La fête est finie, place à l’addition

On ne va pas faire semblant de découvrir le problème : l’inflation dans les médias et le divertissement n’est pas une surprise. La WFA (World Federation of Advertisers) l’annonçait noir sur blanc dans son rapport Outlook 2024, l’inflation médiatique mondiale devait atteindre 4,6 % en 2026, avec des pointes à 7,5 % en France et 8 % en Allemagne. Ce sont des chiffres qui font mal quand on gère des budgets publicitaires, mais qui font encore plus mal quand on est spectateur et qu’on regarde la liste de ses abonnements streaming défiler chaque mois comme une douleur chronique.

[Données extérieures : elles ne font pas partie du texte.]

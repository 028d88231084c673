"""The sentences that stand beside the README's pictures are those that the samples give.

``<!-- says: SAMPLE DESIGN MODE QUESTION -->`` in README.md is followed, to the end of its cell or line, by the
sentence; QUESTION is character, hinges, gain or pair.
"""

from __future__ import annotations

import re
from functools import cache
from pathlib import Path

import pytest

from viewer.workspace import Study, Workspace
from viewer.workspace.comparison import compare

ROOT = Path(__file__).resolve().parents[2]
_SAID = re.compile(r"<!-- says: (\w+) (\w+) (\d+) (\w+) -->\s*(.*?)\s*(?:<br>|\||$)", re.M)
SAID = _SAID.findall((ROOT / "README.md").read_text(encoding="utf-8"))


@cache
def opened(sample: str):
    return Workspace(cache=None).open(ROOT / "sample_meshes" / sample)


@cache
def study(sample: str, design: str) -> Study:
    return opened(sample).study(design)


@cache
def compared(sample: str):
    first, second = opened(sample).names
    return compare(study(sample, first), study(sample, second), opened(sample).stated_pairs(first, second))


def test_each_sample_is_there():
    assert {sample for sample, *_ in SAID} == {"boom", "fork", "trough"}


@pytest.mark.parametrize(("sample", "design", "mode", "question", "said"), SAID)
def test_the_readme_says_what_the_sample_gives(sample, design, mode, question, said):
    if question == "pair":
        (found,) = [o for o in compared(sample).outcomes if o.pair.first == int(mode)]
    else:
        found = getattr(study(sample, design), question)(int(mode) - 1)
    assert " ".join(said.split()) == " ".join(found.sentence.split())
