def _system(design: Design, modes: ModeSet, progress: Progress) -> tuple[System | None, list[str]]:
    """The design's matrices; None with the reason when it has no usable model."""
    if states_no_material(design):
        return None, ["the design states no material: the modes left out are not accounted for"]
    try:
        return (assemble(design, progress) if design.physics.matrices is None else given_system(design)), []
    except ModelError as error:
        if modes.origin == "computed":
            raise
        return None, [f"the design cannot be solved, so that the modes left out are not accounted for: {error}"]


@dataclass(frozen=True, eq=False)
class _Known:
    """The known modes at unit modal mass: eigenvalues (m,), translations (m, n_nodes, 3), vectors (m, n_dof) or None
    without a model."""

    poles: Array
    moved: Array
    vectors: Array | None
    cautions: list[str]


def _known_modes(design: Design, modes: ModeSet, system: System | None, progress: Progress) -> _Known:
    moved, cautions = np.stack([modes.shape(i) for i in range(modes.count)]), []
    turn = np.ones(modes.count, complex)
    if modes.is_complex:
        turn = np.exp(-0.5j * np.angle(np.einsum("kni,kni->k", moved, moved)))
        moved = (moved * turn[:, None, None]).real
        cautions.append("the shapes are complex: their motion at the phase of largest motion is taken")
    vectors, mass = None, np.ones(modes.count)
    if system is not None:
        vectors = shape_vectors(system, modes, np.arange(modes.count), progress)[0]
        if modes.is_complex:
            vectors = (vectors * turn[:, None]).real
        mass = np.einsum("kn,nk->k", vectors, system.M @ vectors.T)
    elif modes.normalisation != "mass":
        raise RefusedError(
            f"design '{design.name}': the size of its mode shapes is not known, so that no strut can be weighed",
            do="give modes at unit modal mass, or materials in the dossier",
        )
    if not (mass > 0).all():
        raise ModelError(f"design '{design.name}': mode {int(np.argmin(mass)) + 1} moves no mass")
    scale = 1 / np.sqrt(mass)
    return _Known(
        (2 * np.pi * modes.freq_hz) ** 2,
        moved * scale[:, None, None],
        None if vectors is None else vectors * scale[:, None],
        cautions,
    )


def _rod(system: System | None, design: Design) -> tuple[dict[str, float], str]:
    """The solid rod that is tried, of the material that fills most of the body."""
    material = _main_material(system, design)
    if material is None:
        return {}, "rigid: the design states no material for a rod"
    diameter = ROD * design.mesh.diagonal
    area = np.pi / 4 * diameter**2
    rod = {
        "diameter_m": diameter,
        "share_of_diagonal": ROD,
        "youngs_modulus_pa": material.youngs_modulus,
        "mass_per_length_kg_per_m": material.density * area,
    }
    return rod, f"a solid rod of {material.name}, 1 % of the part's diagonal thick; its own mass is not counted"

Car la cascade de hausses de tarifs est bien réelle. Netflix a relevé ses prix en mars 2026 sur l’ensemble de ses formules : l’abonnement standard passe à 19,99 dollars, le premium à 26,99 dollars, une augmentation à peine un an après celle de janvier 2025. Paramount+ a suivi dès le 15 janvier 2026, HBO Max a relevé ses tarifs d’un dollar en octobre 2025, Apple TV+ a pris trois dollars supplémentaires en août, Disney+ a augmenté en octobre aussi. C’est le grand bal des hausses, et personne n’a pensé à inviter le portefeuille du spectateur.
Selon des données agrégées sur les usages numériques, les foyers français dépensent en moyenne 54 euros par mois en abonnements de streaming, soit 24 % de plus que l’année précédente. Et d’après des projections d’analystes, les abonnements Netflix et Disney+ pourraient doubler d’ici 2035. (Non, ce n’est pas une blague. Oui, c’est déprimant.) Résultat : en France, 3,28 millions d’abonnés ont résilié leur plateforme de streaming au premier trimestre 2026, avec un taux de résiliation volontaire moyen de 8,87 % sur l’ensemble des grandes plateformes.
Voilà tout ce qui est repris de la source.